C#: String comparison guidelines and common usage
The recommendation for string comparison has been updated for Whidbey (Visual Studio 2005) and there is an excellent MSDN article on this. One of the highlights is the introduction of the clear cut enumeration that can be passed into most string comparison methods to indicate the kind of comparison you are trying to make.
[Serializable][ComVisible(true)]public enum StringComparison{ CurrentCulture = 0, CurrentCultureIgnoreCase = 1, InvariantCulture = 2, InvariantCultureIgnoreCase = 3, Ordinal = 4, OrdinalIgnoreCase = 5,}
The recommendation also states that for culture-agnostic comparisons use the Ordinal and OrdinalIgnoreCase comparisons. These are fast and also safe. They rely on byte matching and are excellent options for matching strings for internal (non-UI) processing.
string.Compare(str1, str2, StringComparison.Ordinal);
With the introduction of the guidelines, developers have become defensive and have started looking for all code that compare string and re-coding them to meet the guidelines. Let's take a look at the most common culture-agnostic string matching used in code and see if they are safe.

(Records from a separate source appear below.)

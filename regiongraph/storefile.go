package regiongraph

import (
	"bytes"
	"cmp"
	"encoding/binary"
	"encoding/json"
	"errors"
	"fmt"
	"io"
	"math"
	"os"
	"path/filepath"
	"runtime"
	"slices"
	"strconv"
	"strings"
	"sync"
	"sync/atomic"
	"time"

	"github.com/parquet-go/parquet-go"
	"github.com/parquet-go/parquet-go/encoding"
	"github.com/parquet-go/parquet-go/format"

	"narrows/partition"
)

// SchemaVersion is the version of the store's Parquet layout (SCHEMA.md).
const SchemaVersion = 1

// File metadata keys of the store.
const (
	metaSchemaVersion = "schema_version"
	metaRegions       = "regions_sha256"
	metaTimeZone      = "time_zone"
	metaWindows       = "windows"
	metaQuality       = "quality"
	metaSources       = "sources"
	metaRegionsJSON   = "regions_geojson"
)

// edgeRow is the Parquet row of an Edge; see SCHEMA.md.
type edgeRow struct {
	Day            string  `parquet:"day,dict"`
	Window         string  `parquet:"window,dict"`
	FromRegion     int32   `parquet:"from_region"`
	ToRegion       int32   `parquet:"to_region"`
	Trips          int64   `parquet:"trips"`
	SpeedP25       float64 `parquet:"speed_p25_mps"`
	SpeedMedian    float64 `parquet:"speed_median_mps"`
	SpeedP75       float64 `parquet:"speed_p75_mps"`
	DetourP25      float64 `parquet:"detour_p25"`
	DetourMedian   float64 `parquet:"detour_median"`
	DetourP75      float64 `parquet:"detour_p75"`
	DistanceMedian float64 `parquet:"distance_median_m"`
	DurationMedian float64 `parquet:"duration_median_s"`
	DistanceSum    float64 `parquet:"distance_sum_m"`
	StraightSum    float64 `parquet:"straight_sum_m"`
	DurationSum    float64 `parquet:"duration_sum_s"`
}

type windowJSON struct {
	Name  string `json:"name"`
	Start string `json:"start"` // HH:MM
	End   string `json:"end"`   // HH:MM, 24:00 allowed
}

type qualityJSON struct {
	Read     int64            `json:"read"`
	Used     int64            `json:"used"`
	Rejected map[string]int64 `json:"rejected"`
}

type sourceJSON struct {
	Path   string `json:"path"`
	SHA256 string `json:"sha256"`
	Rows   int64  `json:"rows"`
}

// writeEdges writes the edges as Parquet rows to w, converting them in
// small batches so that only the writer's buffers are added to the store in
// memory.
func writeEdges(w io.Writer, edges []Edge, groupRows int, opts []parquet.WriterOption) error {
	pw := parquet.NewGenericWriter[edgeRow](w, opts...)
	const batch = 1 << 12
	rows := make([]edgeRow, 0, batch)
	flush := func() error {
		_, err := pw.Write(rows)
		rows = rows[:0]
		return err
	}
	inGroup := 0
	for i, e := range edges {
		if e.From < math.MinInt32 || e.From > math.MaxInt32 || e.To < math.MinInt32 || e.To > math.MaxInt32 {
			return fmt.Errorf("region id out of int32 range in edge %d", i)
		}
		if inGroup >= 2*groupRows || inGroup >= groupRows && e.Day != edges[i-1].Day {
			if err := flush(); err != nil {
				return err
			}
			if err := pw.Flush(); err != nil {
				return err
			}
			inGroup = 0
		}
		rows = append(rows, toRow(e))
		inGroup++
		if len(rows) == batch {
			if err := flush(); err != nil {
				return err
			}
		}
	}
	if err := flush(); err != nil {
		return err
	}
	return pw.Close()
}

// toRow returns the Parquet row of e; the region ids must fit int32.
func toRow(e Edge) edgeRow {
	return edgeRow{Day: e.Day, Window: e.Window, FromRegion: int32(e.From), ToRegion: int32(e.To),
		Trips: int64(e.Trips), SpeedP25: e.SpeedP25, SpeedMedian: e.SpeedMedian, SpeedP75: e.SpeedP75,
		DetourP25: e.DetourP25, DetourMedian: e.DetourMedian, DetourP75: e.DetourP75,
		DistanceMedian: e.DistanceMedian, DurationMedian: e.DurationMedian,
		DistanceSum: e.DistanceSum, StraightSum: e.StraightSum, DurationSum: e.DurationSum}
}

func clock(m int) string { return fmt.Sprintf("%02d:%02d", m/60, m%60) }

// WriteFile writes the store to a Parquet file at path: to a temporary file
// in the same folder first, renamed into place when complete.
func WriteFile(path string, s *Store) error { return writeFile(path, s, rowGroupRows) }

// rowGroupRows is the number of rows from which WriteFile ends a row group
// at the next change of day. Row groups of about a million rows are common
// practice: other tools read them in parallel, and the writer holds one
// row group's compressed pages in memory.
const rowGroupRows = 1 << 20

// writeFile is WriteFile with row groups of groupRows rows, each ended at
// a change of day unless the day alone has 2 groupRows rows.
// Further writer options (tests use small pages) come after the store's.
func writeFile(path string, s *Store, groupRows int, extra ...parquet.WriterOption) error {
	if s == nil {
		return errors.New("regiongraph: write: nil store")
	}
	windows := make([]windowJSON, len(s.Meta.Windows))
	for i, w := range s.Meta.Windows {
		windows[i] = windowJSON{Name: w.Name, Start: clock(w.StartMinute), End: clock(w.EndMinute)}
	}
	rejected := make(map[string]int64)
	for _, r := range RejectReasons() {
		rejected[r] = 0
	}
	for r, n := range s.Meta.Quality.Rejected {
		rejected[r] = n
	}
	sources := make([]sourceJSON, len(s.Meta.Sources))
	for i, src := range s.Meta.Sources {
		sources[i] = sourceJSON{Path: src.Path, SHA256: src.SHA256, Rows: src.Rows}
	}
	meta := []struct {
		key string
		v   any
	}{
		{metaWindows, windows},
		{metaQuality, qualityJSON{Read: s.Meta.Quality.Read, Used: s.Meta.Quality.Used, Rejected: rejected}},
		{metaSources, sources},
	}
	opts := []parquet.WriterOption{
		parquet.Compression(&parquet.Zstd),
		parquet.KeyValueMetadata(metaSchemaVersion, strconv.Itoa(SchemaVersion)),
		parquet.KeyValueMetadata(metaRegions, s.Meta.RegionsSHA256),
		parquet.KeyValueMetadata(metaTimeZone, s.Meta.TimeZone),
	}
	if len(s.regionsGeoJSON) > 0 {
		opts = append(opts, parquet.KeyValueMetadata(metaRegionsJSON, string(s.regionsGeoJSON)))
	}
	for _, m := range meta {
		b, err := json.Marshal(m.v)
		if err != nil {
			return fmt.Errorf("regiongraph: write %s: %v", path, err)
		}
		opts = append(opts, parquet.KeyValueMetadata(m.key, string(b)))
	}

	tmp, err := os.CreateTemp(filepath.Dir(path), "."+filepath.Base(path)+".*.tmp")
	if err != nil {
		return fmt.Errorf("regiongraph: write %s: %w", path, err)
	}
	ok := false
	defer func() {
		if !ok {
			tmp.Close()
			os.Remove(tmp.Name())
		}
	}()
	if err := writeEdges(tmp, s.Edges, groupRows, append(opts, extra...)); err != nil {
		return fmt.Errorf("regiongraph: write %s: %w", path, err)
	}
	if err := tmp.Sync(); err != nil {
		return fmt.Errorf("regiongraph: write %s: %w", path, err)
	}
	if err := tmp.Close(); err != nil {
		return fmt.Errorf("regiongraph: write %s: %w", path, err)
	}
	if err := os.Chmod(tmp.Name(), 0o644); err != nil {
		return fmt.Errorf("regiongraph: write %s: %w", path, err)
	}
	if err := os.Rename(tmp.Name(), path); err != nil {
		return fmt.Errorf("regiongraph: write %s: %w", path, err)
	}
	ok = true
	return nil
}

// storeColumn is a column of the store's Parquet schema, in SCHEMA.md order.
type storeColumn struct {
	name string
	kind parquet.Kind
}

// Column numbers in storeColumns.
const (
	colDay = iota
	colWindow
	colFrom
	colTo
	colTrips
	colSpeedP25
	colSpeedMedian
	colSpeedP75
	colDetourP25
	colDetourMedian
	colDetourP75
	colDistanceMedian
	colDurationMedian
	colDistanceSum
	colStraightSum
	colDurationSum
	numStoreColumns
)

// storeColumns are the columns ReadFile requires, indexed by the col
// constants.
var storeColumns = [numStoreColumns]storeColumn{
	{"day", parquet.ByteArray}, {"window", parquet.ByteArray},
	{"from_region", parquet.Int32}, {"to_region", parquet.Int32}, {"trips", parquet.Int64},
	{"speed_p25_mps", parquet.Double}, {"speed_median_mps", parquet.Double}, {"speed_p75_mps", parquet.Double},
	{"detour_p25", parquet.Double}, {"detour_median", parquet.Double}, {"detour_p75", parquet.Double},
	{"distance_median_m", parquet.Double}, {"duration_median_s", parquet.Double},
	{"distance_sum_m", parquet.Double}, {"straight_sum_m", parquet.Double}, {"duration_sum_s", parquet.Double},
}

// ReadOptions selects what ReadFileOptions keeps of a store. The zero value
// keeps every edge.
type ReadOptions struct {
	// MinTrips drops edges with fewer trips while reading (0 keeps all).
	// A city's store holds mostly pairs with a trip or two a day; an
	// analysis that ignores pairs under its own minimum need not hold them
	// in memory.
	MinTrips int
	// Window keeps only the edges of the named window ("" keeps all); a
	// name not among the store's windows is an error.
	Window string
	// From and To keep only the edges of the local days from From to To,
	// both included, as YYYY-MM-DD ("" leaves that end open).
	From, To string
}

// ReadFile reads a store written by WriteFile, every edge.
func ReadFile(path string) (*Store, error) { return ReadFileOptions(path, ReadOptions{}) }

// ReadFileOptions reads a store written by WriteFile, keeping the edges
// that opts selects. The quality accounting and metadata are the file's
// whatever is dropped.
//
// The file is read column by column rather than row by row: the columns
// that opts filters on (trips, day, window) are decoded first, and the
// other columns only on the pages that hold a kept edge, in parallel over
// stretches of rows.
func ReadFileOptions(path string, opts ReadOptions) (*Store, error) {
	return readFile(path, opts, stretchRows)
}

// stretchRows is the number of rows of a row group read as one piece of
// parallel work; see readFile.
const stretchRows = 1 << 18

// readFile is ReadFileOptions with stretches of the given number of rows.
func readFile(path string, opts ReadOptions, stretchRows int64) (*Store, error) {
	for _, d := range []struct{ name, day string }{{"From", opts.From}, {"To", opts.To}} {
		if d.day == "" {
			continue
		}
		if _, err := time.Parse(time.DateOnly, d.day); err != nil {
			return nil, fmt.Errorf("regiongraph: read %s: %s day %q is not YYYY-MM-DD", path, d.name, d.day)
		}
	}
	f, err := os.Open(path)
	if err != nil {
		return nil, fmt.Errorf("regiongraph: %w", err)
	}
	defer f.Close()
	fi, err := f.Stat()
	if err != nil {
		return nil, fmt.Errorf("regiongraph: %w", err)
	}
	pf, err := openParquet(f, fi.Size())
	if err != nil {
		return nil, fmt.Errorf("regiongraph: %s: not a Parquet day-graph store: %v", path, err)
	}
	version, ok := pf.Lookup(metaSchemaVersion)
	if !ok {
		return nil, fmt.Errorf("regiongraph: %s: no %s metadata: not a day-graph store", path, metaSchemaVersion)
	}
	if v, err := strconv.Atoi(version); err != nil || v != SchemaVersion {
		return nil, fmt.Errorf("regiongraph: %s: store schema version %q, this build reads %d", path, version, SchemaVersion)
	}
	var leaf [numStoreColumns]int // column chunk index of each store column
	for i, c := range storeColumns {
		l, ok := pf.Schema().Lookup(c.name)
		if !ok {
			return nil, fmt.Errorf("regiongraph: %s: store has no column %q", path, c.name)
		}
		if kind := l.Node.Type().Kind(); kind != c.kind || l.MaxDefinitionLevel != 0 || l.MaxRepetitionLevel != 0 {
			return nil, fmt.Errorf("regiongraph: %s: column %q is %v (optional or repeated: %t), want required %v",
				path, c.name, kind, l.MaxDefinitionLevel != 0 || l.MaxRepetitionLevel != 0, c.kind)
		}
		leaf[i] = l.ColumnIndex
	}
	s := &Store{}
	if err := readStoreMeta(path, pf, s); err != nil {
		return nil, err
	}
	if opts.Window != "" && !slices.Contains(s.WindowNames(), opts.Window) {
		return nil, fmt.Errorf("regiongraph: %s: no window %q in the store (it has %s)", path, opts.Window, strings.Join(s.WindowNames(), ", "))
	}

	// The rows are cut into stretches of up to stretchRows rows of a row
	// group, the unit of parallel work. Each stretch first finds the rows
	// it keeps, then, once the stretches' offsets in s.Edges are known,
	// fills them.
	var stretches []*stretch
	var total int64
	for g, rg := range pf.RowGroups() {
		n := rg.NumRows()
		total += n
		if n > math.MaxInt32 {
			return nil, fmt.Errorf("regiongraph: %s: row group %d has %d rows, more than this build reads", path, g, n)
		}
		chunks := rg.ColumnChunks()
		var cols [numStoreColumns]parquet.ColumnChunk
		for i, l := range leaf {
			if l < 0 || l >= len(chunks) {
				return nil, fmt.Errorf("regiongraph: %s: row group %d has no column %q", path, g, storeColumns[i].name)
			}
			cols[i] = chunks[l]
			if g < len(pf.Metadata().RowGroups) && l < len(pf.Metadata().RowGroups[g].Columns) {
				// The library's LZ4 decoder does not end on damaged
				// data; WriteFile uses zstd and other tools the codecs
				// below.
				switch codec := pf.Metadata().RowGroups[g].Columns[l].MetaData.Codec; codec {
				case format.Uncompressed, format.Snappy, format.Gzip, format.Zstd:
				default:
					return nil, fmt.Errorf("regiongraph: %s: row group %d, column %q: compression %v, want zstd, Snappy, gzip or none",
						path, g, storeColumns[i].name, codec)
				}
			}
		}
		for a := int64(0); a < n; a += stretchRows {
			stretches = append(stretches, &stretch{path: path, group: g, cols: cols, first: a, end: min(a+stretchRows, n)})
		}
	}
	if total != pf.NumRows() {
		return nil, fmt.Errorf("regiongraph: %s: row groups hold %d rows, the file says %d", path, total, pf.NumRows())
	}
	if err := forEach(len(stretches), func(i int) error { return stretches[i].selectRows(opts) }); err != nil {
		return nil, err
	}
	kept := 0
	for _, st := range stretches {
		st.offset = kept
		kept += st.kept()
	}
	if kept > 0 {
		s.Edges = make([]Edge, kept)
	}
	if err := forEach(len(stretches), func(i int) error {
		st := stretches[i]
		return st.fill(s.Edges[st.offset : st.offset+st.kept()])
	}); err != nil {
		return nil, err
	}
	if !slices.IsSortedFunc(s.Edges, compareEdges) {
		slices.SortStableFunc(s.Edges, compareEdges)
	}
	return s, nil
}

string.Equals(string1, string2)
Default interpretation for equals is Ordinal so using this is fine. In case of using any other type of comparison use in the lines of
string.Equals(string1, string2, StringComparison.OrdinalIgnoreCase);
string1 == string2
In accordance to the class library design guidelines the == operator for string is overloaded and the implementation is same as for string.Equals. So this is equivalent of calling string.Equals(string1, string2, StringComparison.Ordinal) which is also fine.
switch(string1)
For small sized switch blocks of the form
string myStr = "Abhinaba";// ...switch (myStr){ case "Abhinaba": Console.WriteLine("switch match"); break; default: Console.WriteLine("switch did not match"); break;}
the code is compiled into
if ((myStr!= null) && (myStr == "Abhinaba")){ Console.WriteLine("switch match");}else{ Console.WriteLine("switch did not match");}
So this is also fine and the comparison will be a string.Equals( strA, strB, StringComparison.Ordinal) comparison.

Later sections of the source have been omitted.